● **What the task asks**
In the material below, list every line carrying the string "required".

● **Excerpted data**
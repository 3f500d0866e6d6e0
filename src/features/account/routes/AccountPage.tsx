import { useState, type FormEvent } from 'react';
import { Button, Card, Field, Notice, PageTitle, TextInput } from '../../../components/ui/primitives';
import { useMe } from '../../../lib/api/me';
import { useChangePassword } from '../api/changePassword';

export function AccountPage() {
  const { data: me } = useMe();
  const change = useChangePassword();
  const [current, setCurrent] = useState('');
  const [next, setNext] = useState('');
  const submit = (e: FormEvent) => {
    e.preventDefault();
    change.mutate({ currentPassword: current, newPassword: next }, { onSuccess: () => { setCurrent(''); setNext(''); } });
  };
  return (
    <div className="max-w-xl space-y-6">
      <PageTitle sub={me ? `${me.name} · ${me.email} · ${me.role}` : undefined}>Account</PageTitle>
      <Card title="Change password">
        <form onSubmit={submit} className="space-y-4">
          <Field label="Current password"><TextInput type="password" autoComplete="current-password" required value={current} onChange={(e) => setCurrent(e.target.value)} /></Field>
          <Field label="New password" hint="At least 10 characters, not the demo password"><TextInput type="password" autoComplete="new-password" minLength={10} required value={next} onChange={(e) => setNext(e.target.value)} /></Field>
          {change.error && <Notice tone="bad">{change.error.message}</Notice>}
          {change.isSuccess && <Notice tone="ok">Password changed.</Notice>}
          <Button type="submit" disabled={change.isPending}>Change password</Button>
        </form>
      </Card>
    </div>
  );
}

● **Answer to the exercise**
          <Field label="Current password"><TextInput type="password" autoComplete="current-password" required value={current} onChange={(e) => setCurrent(e.target.value)} /></Field>
          <Field label="New password" hint="At least 10 characters, not the demo password"><TextInput type="password" autoComplete="new-password" minLength={10} required value={next} onChange={(e) => setNext(e.target.value)} /></Field>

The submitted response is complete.